Single Molecule Assays

The experimental assay for single molecule force extension experiments consists of the molecule of interest fixed at one end and attached to a force actuator at the other. The force actuator is typically a polystyrene bead held in an optical trap or the microscopic cantilever of an atomic force microscope (AFM). Generally, the actuator is Hookean. In this case, the system can be modeled as the molecule and a harmonic spring in series attached to surfaces at either end. Then, the total distance can be controlled while observing molecular extension.

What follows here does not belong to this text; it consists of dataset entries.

import { existsSync } from 'node:fs';
import { ThalwegError } from '@thalweg/core';

/** Beside the bundle that this module is part of, or where build.mjs of this package puts it. */
const PLACES = ['./sandbox-process.js', '../../dist/bundle/sandbox-process.js'];

/** The script of the sandbox's process. Throws `internal` when it was not built. */
export function processScript(): URL {
  const script = PLACES.map((place) => new URL(place, import.meta.url)).find((url) => existsSync(url));
  if (script !== undefined) return script;
  throw new ThalwegError(
    'internal',
    'expected the script of the sandbox to be built, it is not there; run npm run build',
  );
}
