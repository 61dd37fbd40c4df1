import { fromTriplets, matrix, type Entry, type Matrix, type MatrixLike } from './matrix.js';

/** Kronecker product a ⊗ b ⊗ …, first factor outermost. */
export function kron(...factors: readonly MatrixLike[]): Matrix {
  if (factors.length === 0) throw new TypeError('expected at least one matrix, got none');
  return factors.map(matrix).reduce((a, b) => {
    const [rows, columns] = b.shape;
    const triplets = a.entries.flatMap(([i, j, x, y]) =>
      b.entries.map(([k, l, u, v]): Entry => [i * rows + k, j * columns + l, x * u - y * v, x * v + y * u]),
    );
    return fromTriplets(a.shape[0] * rows, a.shape[1] * columns, triplets);
  });
}

/** Block-diagonal matrix a ⊕ b ⊕ …; the sizes of square summands are the `algebra` of a model on the direct sum. */
export function directSum(...summands: readonly MatrixLike[]): Matrix {
  let rows = 0;
  let columns = 0;
  const triplets: Entry[] = [];
  for (const summand of summands) {
    const { shape, entries } = matrix(summand);
    for (const [i, j, re, im] of entries) triplets.push([rows + i, columns + j, re, im]);
    rows += shape[0];
    columns += shape[1];
  }
  return fromTriplets(rows, columns, triplets);
}
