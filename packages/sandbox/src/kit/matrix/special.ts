import { requireWhole } from '../require.js';
import { partsOf, type Complex, type Scalar } from './complex.js';
import { fromTriplets, matrix, SIDE_LIMIT, type Entry, type Matrix, type MatrixLike } from './matrix.js';

/** Identity of n × n matrices. */
export function identity(n: number): Matrix {
  requireWhole(n, 1, SIDE_LIMIT, 'the size');
  return diagonal(new Array<number>(n).fill(1));
}

/** The zero matrix, square when only one number is given. */
export function zero(rows: number, columns = rows): Matrix {
  return fromTriplets(rows, columns, []);
}

/** Diagonal matrix of these values. */
export function diagonal(values: readonly Scalar[]): Matrix {
  const triplets = values.map((value, i): Entry => {
    const { re, im } = partsOf(value);
    return [i, i, re, im];
  });
  return fromTriplets(values.length, values.length, triplets);
}

/** E_ij = |i><j| in n × n matrices, i and j from 0. */
export function matrixUnit(n: number, i: number, j: number): Matrix {
  return fromTriplets(n, n, [[i, j, 1, 0]]);
}

/** The entry in row i, column j. */
export function entry(a: MatrixLike, i: number, j: number): Complex {
  const found = matrix(a).entries.find(([row, column]) => row === i && column === j);
  return { re: found?.[2] ?? 0, im: found?.[3] ?? 0 };
}

/** The dense form {re, im} of a model document. */
export function parts(a: MatrixLike): { re: number[][]; im: number[][] } {
  const { shape, entries } = matrix(a);
  const empty = (): number[][] => Array.from({ length: shape[0] }, () => new Array<number>(shape[1]).fill(0));
  const [re, im] = [empty(), empty()];
  for (const [i, j, x, y] of entries) {
    re[i][j] = x;
    im[i][j] = y;
  }
  return { re, im };
}

/** The dense rows of a real matrix. Throws when an entry is not real. */
export function rows(a: MatrixLike): number[][] {
  const bad = matrix(a).entries.find(([, , , im]) => Math.abs(im) > 0);
  if (bad)
    throw new RangeError(`expected a real matrix, got the imaginary part ${bad[3]} in row ${bad[0]}, column ${bad[1]}`);
  return parts(a).re;
}
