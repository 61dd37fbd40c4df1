import type { GeneratorResult, GeneratorRun } from '../generator-run.js';
import type { Sandbox } from '../pool.js';
import { createSandbox } from './sandbox.js';

let shared: Sandbox | null = null;

/** Runs one generator in a process that this program keeps for all of them. Throws as `Sandbox.run` does. */
export function runGenerator(run: GeneratorRun): Promise<GeneratorResult> {
  shared ??= createSandbox();
  return shared.run(run);
}
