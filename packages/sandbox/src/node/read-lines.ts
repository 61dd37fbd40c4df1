import type { Readable } from 'node:stream';

/** Calls back with each line of a stream of UTF-8 text; once a line has more than `limit()` bytes, the stream is ended and `onOverflow` hears of it. */
export function readLines(
  stream: Readable,
  onLine: (line: string) => void,
  limit: () => number = () => Infinity,
  onOverflow: () => void = () => undefined,
): void {
  let parts: Buffer[] = [];
  let size = 0;
  stream.on('data', (chunk: Buffer) => {
    let rest = chunk;
    for (let end = rest.indexOf(10); end >= 0; end = rest.indexOf(10)) {
      const line = Buffer.concat([...parts, rest.subarray(0, end)]).toString('utf8');
      rest = rest.subarray(end + 1);
      parts = [];
      size = 0;
      onLine(line);
    }
    parts.push(rest);
    size += rest.length;
    if (size <= limit()) return;
    stream.destroy();
    onOverflow();
  });
}
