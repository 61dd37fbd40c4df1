import { mkdtempSync, readFileSync, rmSync } from 'node:fs';
import { tmpdir } from 'node:os';
import { join } from 'node:path';
import { afterAll, beforeAll, describe, expect, it } from 'vitest';
import { readNpy } from '../../src/npy/read-npy.js';
import { refusal } from '../support/caught-error.js';
import { runPython } from '../support/run-python.js';

interface Manifest {
  good: { name: string; re: number[][]; im: number[][] }[];
  bad: string[];
}

const folder = mkdtempSync(join(tmpdir(), 'thalweg-npy-'));
let manifest: Manifest;

beforeAll(() => {
  manifest = JSON.parse(runPython(new URL('write_npy_files.py', import.meta.url), [folder])) as Manifest;
});

afterAll(() => rmSync(folder, { recursive: true }));

const read = (name: string) => readNpy(readFileSync(join(folder, name)));

const advice = 'convert the array with .astype(complex) and save it again';
const types = 'expected numbers of type bool, int, uint, float16/32/64 or complex64/128, got the NumPy type the text';
const axes = 'expected a matrix, a NumPy array with two axes, got shape';
const REFUSALS: Record<string, [code: string, message: string]> = {
  'object.npy': [
    'not-supported',
    'expected an array of numbers, got Python objects, which are never unpickled; convert it with .astype(complex) and save it again',
  ],
  'text.npy': ['not-supported', `${types} "<U2"; ${advice}`],
  'date.npy': ['not-supported', `${types} "<M8[D]"; ${advice}`],
  'structured.npy': [
    'not-supported',
    'expected an array of numbers, got a structured NumPy array; save its numeric field alone',
  ],
  'long-double.npy': ['not-supported', `${types} "<f16"; ${advice}`],
  'vector.npy': ['dimension-mismatch', `${axes} (3,); reshape it and save it again`],
  'scalar.npy': ['dimension-mismatch', `${axes} (); reshape it and save it again`],
  'cube.npy': ['dimension-mismatch', `${axes} (2, 2, 2); reshape it and save it again`],
  'empty.npy': ['dimension-mismatch', `${axes} (0, 3); reshape it and save it again`],
  'nan.npy': ['not-finite', 'expected finite entries, got NaN at row 0, column 1; correct the array'],
  'infinite.npy': ['not-finite', 'expected finite entries, got Infinity at row 1, column 1; correct the array'],
  'large-integer.npy': [
    'not-supported',
    'expected whole numbers that a double holds exactly, got 9007199254740993; convert the array with .astype(float) if rounding is meant',
  ],
  'wide.npy': [
    'too-large',
    'expected a dense matrix of at most 4096 rows and columns and 4194304 entries, got 5000×1; write it as entries or Pauli strings if it is sparse',
  ],
  'archive.npy': [
    'bad-file',
    'expected a NumPy file (it starts with \\x93NUMPY), got other bytes; save the array with numpy.save',
  ],
  'two.npy': [
    'bad-file',
    'expected 32 bytes of entries after the NumPy header, got 192; save each array in a file of its own',
  ],
};

describe('readNpy on files written by NumPy', () => {
  it('reads every type, byte order, layout and version to the bit', () => {
    expect(manifest.good.length).toBe(14 * 2 * 2 * 3 + 6);
    for (const { name, re, im } of manifest.good) {
      const matrix = read(name);
      expect([name, matrix.rows, matrix.cols]).toEqual([name, re.length, re[0]?.length]);
      expect([name, matrix.re]).toEqual([name, Float64Array.from(re.flat())]);
      expect([name, matrix.im]).toEqual([name, Float64Array.from(im.flat())]);
    }
  });

  it('refuses every other file with a reason', () => {
    expect([...manifest.bad].sort()).toEqual(Object.keys(REFUSALS).sort());
    for (const name of manifest.bad) {
      const [code, , message] = refusal(() => read(name));
      expect([name, code, message]).toEqual([name, ...(REFUSALS[name] ?? [])]);
    }
  });

  it('refuses every proper beginning of a file', () => {
    const bytes = readFileSync(join(folder, 'c16-little-C-v1.npy'));
    for (let length = 0; length < bytes.length; length++) {
      expect([length, refusal(() => readNpy(bytes.subarray(0, length)))[0]]).toEqual([length, 'truncated-file']);
    }
  });
});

Relation to Energy Profiles

The projection of a multidimensional energy landscape onto a single reaction coordinate is known as an energy profile. In force extension experiments, the most intuitive reaction coordinate is molecular extension. Boltzmann’s law states that, in equilibrium, the probability of finding a system in a given state corresponds with the energy of the state. Ideally, measuring the state distribution of a system in equilibrium is equivalent to measuring the energy landscape. In the case of single molecule experiments that are not at constant force, this is not the case. The system is not in equilibrium and the free energy landscape is distorted by the time-varying applied force. Fortunately, Jarzynski's equality, relating differences in free energy at equilibrium to irreversible work, can be used to estimate the equilibrium free energy. The separation of the molecular free energy landscape from that of the system is the focus of the mathematical methods discussed below.

Nucleic Acid Hairpins

Schematic of a RNA hairpin. (image from

Due to the complexity of the energy landscapes for protein folding, the model molecule for studying energy profiles is a nucleic acid hairpin. Nucleic acids are polymers of a limited alphabet of nucleotides. In the case of DNA, the nucleotides are adenine (A), thymine (T), guanine (G), and cytosine (C), where A binds specifically with T and G with C. A single strand of DNA can be constructed in such a way that it folds upon itself, creating a structure called a hairpin or stem-loop (right). In the simplest case, a nucleic acid hairpin is bistable--either open or closed. The corresponding energy profile would have two wells corresponding which either stable state separated by a barrier. Although much simpler than the energy landscape for a protein, useful properties, such as transition rates between the two states, can be derived from the hairpin energy profile using Kramers' theory of diffusion over a barrier.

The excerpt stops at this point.